By automating aircraft‑parts procurement, SkySelect reduces costly inventory, speeds aircraft turnaround, and mitigates counterfeit risks, delivering measurable operational savings for airlines worldwide.
The aviation industry faces a mounting supply‑chain bottleneck that IATA estimates will cost carriers more than $11 billion in 2026. Airlines purchase roughly $60 billion of aircraft parts annually, yet outdated procurement methods—email, phone, spreadsheets—create $50 billion in excess inventory and leave planes grounded when critical components cannot be sourced quickly. A record backlog of 17,000 aircraft, coupled with an aging fleet, amplifies the urgency for a more efficient, transparent buying process, especially as counterfeit parts threaten safety and cost structures.
SkySelect’s AI‑driven platform tackles these pain points by instantly matching part requests with the most suitable suppliers across thousands of vendors. The technology reduces procurement cycles from days to hours and automates up to 70 percent of the purchasing workflow, delivering faster turnarounds and lower inventory levels.
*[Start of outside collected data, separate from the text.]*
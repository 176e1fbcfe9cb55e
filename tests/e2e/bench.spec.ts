import { expect, test } from "@playwright/test";
import { BenchPage } from "./pages/bench-page";
import { SignInPage } from "./pages/sign-in-page";

// Needs the sidecar with the demo rig running (server/main.ts, DEMO=1) beside the web server.
const CHANNEL = "hydraulic-press/env-node/frame-strain";

test("an engineer tries a lowpass and a 50 Hz notch on the live stream and saves the notch", async ({ page }) => {
  await new SignInPage(page).signInAs("engineer");
  const bench = new BenchPage(page);
  await bench.open(CHANNEL);

  const lowpass = await bench.addCandidate();
  await expect(bench.summary(lowpass)).toHaveText("Butterworth LP 4 · 100 Hz");
  await bench.closeEditor();

  const notch = await bench.addCandidate();
  await bench.chooseKind("Biquad (cookbook)");
  await bench.editor.getByLabel("Shape").selectOption("notch");
  await bench.setNumber("Centre / corner", 50);
  await expect(bench.summary(notch)).toHaveText("Notch biquad · 50 Hz, Q 30");
  await expect(bench.editor.locator("[data-caution=notch]")).toContainText("49.17 Hz–50.83 Hz");

  await bench.expectTraceMoving(lowpass);
  await bench.expectTraceMoving(notch);

  const magnitude = page.getByTestId("bode-magnitude");
  await expect(magnitude.locator("canvas")).toBeVisible();
  expect((await magnitude.locator("canvas").boundingBox())?.width ?? 0).toBeGreaterThan(100);
  await bench.showView("Poles");
  const zPlane = page.getByTestId("pz-z");
  await expect(zPlane).toBeVisible();
  await expect(zPlane.locator("path")).not.toHaveCount(0);
  await expect(zPlane.locator("circle")).not.toHaveCount(1);

  const name = `Frame strain hum notch ${Date.now()}`;
  const save = await bench.saveAsNewSet(name, "50 Hz mains pickup, Q 30; tried live on the bench.");
  await expect(save.getByRole("status")).toContainText("Saved as revision 1", { timeout: 20_000 });
  await expect(save.getByRole("link", { name: "Open the set" })).toHaveAttribute("href", /^\/sets\/\d+$/);
});

test("an operator watches the live traces but finds no editor, no candidates and no save", async ({ page }) => {
  await new SignInPage(page).signInAs("operator");
  const bench = new BenchPage(page);
  await bench.open(CHANNEL);
  await expect(bench.liveChart.locator("canvas")).toBeVisible();
  await expect.poll(async () => (await bench.latest()).raw ?? null, { timeout: 15_000 }).not.toBeNull();
  await expect(bench.addCandidateButton()).toHaveCount(0);
  await expect(bench.editor).toHaveCount(0);
  await expect(page.getByRole("button", { name: /Save as/ })).toHaveCount(0);
  await expect(page.getByRole("button", { name: /^Notch at/ })).toHaveCount(0);
});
To date the system has processed $6 billion in transactions, with $1.3 billion recorded in 2025 alone, and is already deployed by carriers such as JetBlue, Finnair, LATAM, Vueling and Sun Country, proving scalability across diverse markets.
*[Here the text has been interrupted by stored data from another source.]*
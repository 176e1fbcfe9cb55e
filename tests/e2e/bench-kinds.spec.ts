import { expect, test } from "@playwright/test";
import { BenchPage } from "./pages/bench-page";
import { SignInPage } from "./pages/sign-in-page";

// Needs the sidecar with the demo rig running (server/main.ts, DEMO=1) beside the web server.
const CHANNEL = "hydraulic-press/env-node/frame-strain"; // 1 kHz

test("an engineer designs a bandwidth-Q notch, a comb and an equiripple FIR, and sees a long FIR's zeros", async ({ page }) => {
  // Four designs analysed in the browser, then the roots of a 1023-tap FIR in a worker.
  test.setTimeout(120_000);
  await new SignInPage(page).signInAs("engineer");
  const bench = new BenchPage(page);
  await bench.open(CHANNEL);
  const id = await bench.addCandidate();

  // q = f0 / −3 dB width: 50 Hz at q 30 is 1.67 Hz wide; the cookbook Q 30 would give (fs/π)·atan(sin ω0/60) = 1.64 Hz.
  await bench.chooseKind("Notch / peak (bandwidth Q)");
  await expect(bench.summary(id)).toHaveText("Notch · 50 Hz, Q 30 (−3 dB width 1.667 Hz)");
  const note = bench.editor.getByTestId("bandwidth-q-note");
  await expect(note).toContainText("the notch is 1.67 Hz wide");
  await expect(note).toContainText("gives a 1.64 Hz wide notch");

  // A comb needs fs / f0 whole: 60 Hz at 1 kHz is refused with the nearest fundamentals that work.
  await bench.chooseKind("Comb (every harmonic)");
  await expect(bench.summary(id)).toHaveText("Comb notch · 50 Hz and harmonics, Q 30");
  await expect(bench.editor.getByTestId("comb-note")).toContainText("removes DC");
  await bench.setNumber("Fundamental", 60);
  await expect(bench.editor.getByRole("alert")).toContainText("are 58.8235 Hz and 62.5 Hz");

  await bench.chooseKind("FIR (equiripple)");
  await expect(bench.summary(id)).toHaveText("Equiripple FIR 51 taps · 2 bands");

  // A 1023-tap FIR designs at once; its zeros are found in a worker when the pole-zero map asks for them.
  await bench.chooseKind("FIR (windowed sinc)");
  await bench.setNumber("Taps", 1023);
  await expect(bench.summary(id)).toContainText("1023 taps");
  await bench.showView("Poles");
  const zeros = page.getByTestId("pz-z").locator("circle");
  await expect.poll(async () => zeros.count(), { timeout: 30_000 }).toBeGreaterThan(500);
});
The recent $9 million financing round, co‑led by Verb Ventures and RockCreek and backed by Bain Capital Ventures and Lux Capital, provides the capital needed to deepen the AI engine and expand globally. As airlines and MROs increasingly prioritize digital transformation, SkySelect’s solution positions it to capture a sizable share of the $11 billion supply‑chain remediation market. Investors see the venture as a strategic play to reduce operational costs, mitigate counterfeit risks, and unlock new revenue streams for carriers that adopt intelligent procurement.